Id be more worried about when its going to blow up in my hand than a scratch.


----------



## Swede (Jan 15, 2009)

It's probably a brass knick and will come off with a little work


----------



## VHinch (Jan 15, 2009)

Duracoat would be easy if you wanted to go the refinish route.  Or you could polish the barrel hood, taking all the existing finish down to the stainless underneath which would remove the scratch as well.

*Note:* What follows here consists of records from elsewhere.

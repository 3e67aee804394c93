"""emicase's domain model.

Measurements and analysis outputs are stored; anything derivable from them
(margins, changes in dB, worst margins) is computed when read — see the
``margin_db`` properties and the annotations in ``selectors.py``.

The lifecycle of a case (stage names are our own):

    logged → hunting → trial → proven → closed (fixed | waived)

Rules that span rows (closing as fixed needs a verified countermeasure of the
same case) live in ``services``; rules within one row are database
constraints, so no code path can break them.
"""

from __future__ import annotations

import uuid
from pathlib import PurePath

from django.conf import settings
from django.db import models
from django.db.models import Q
from django.utils import timezone

# ----------------------------------------------------------------- teams


class Team(models.Model):
    name = models.CharField(max_length=120, unique=True)
    slug = models.SlugField(max_length=60, unique=True)
    guard_band_db = models.FloatField(
        default=3.0,
        help_text="A failing frequency counts as fixed only with at least this much margin (dB).",
    )
    frequency_tolerance_pct = models.FloatField(
        default=0.5,
        help_text="How far (in % of frequency) a capture's peak may lie from a failing frequency and still be read there.",
    )
    share_closed_cases = models.BooleanField(
        default=False,
        help_text="Let every team of this installation find this team's closed cases in the signature search.",
    )
    created_at = models.DateTimeField(default=timezone.now)

    class Meta:
        ordering = ["name"]
        constraints = [
            models.CheckConstraint(condition=Q(guard_band_db__gte=0), name="team_guard_band_not_negative"),
            models.CheckConstraint(
                condition=Q(frequency_tolerance_pct__gt=0) & Q(frequency_tolerance_pct__lte=20),
                name="team_tolerance_in_range",
            ),
        ]

    def __str__(self) -> str:
        return self.name


class Membership(models.Model):
    class Role(models.TextChoices):
        LEAD = "lead", "Team lead"
        ENGINEER = "engineer", "Engineer"
        VIEWER = "viewer", "Viewer"

    team = models.ForeignKey(Team, on_delete=models.CASCADE, related_name="memberships")
    user = models.ForeignKey(settings.AUTH_USER_MODEL, on_delete=models.CASCADE, related_name="memberships")
    role = models.CharField(max_length=10, choices=Role.choices, default=Role.ENGINEER)
    joined_at = models.DateTimeField(default=timezone.now)

    class Meta:
        constraints = [models.UniqueConstraint(fields=["team", "user"], name="one_membership_per_team")]

    def __str__(self) -> str:
        return f"{self.user} in {self.team} ({self.role})"


# ----------------------------------------------------------------- products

Personally I just wouldn't worry about it.  Guns are tools.  If it was a rare collectible it would be one thing, on a user I wouldn't give it a second thought.  My daily carry is a Les Baer TRS and I was practicing one handed malfunction drills last weekend racking the slide by catching the rear sight on a fence post. It's a tool, and I treat it as such.


----------



## dawg2 (Jan 15, 2009)

Glocks have a tenifer finish that is better than bluing.  I would not worry about it.  It is not like it's an antique Colt Pistol.  It's a Glock.


----------



## Bill Mc (Jan 15, 2009)

Scratch make character.


----------



## grayelky (Jan 15, 2009)

If you are near Smyrna, go by and let the folks at Glock take a look at it and see if they can make it look how you want it for a reasonable (your definition) cost. I would try a little elbow grease and some Hoppe's 9 on a soft cloth and see how much, if any, I could remove. Any abrasive you might try, such as Brasso, silver polish, Semi-Chrome, tooth paste, etc, might polish the hood more than you want, so keep that in mind. If it bothers you enough, replace the barrel.


----------



## Trackrock (Feb 4, 2009)

If you live near Macon you can have it recoated for about 50 bucks.
It's the same finish and looks like new.


----------



## BookHound (Feb 4, 2009)

You would have an absolute heart attack if you went to the range with me if a little scratch is gonna bother you.  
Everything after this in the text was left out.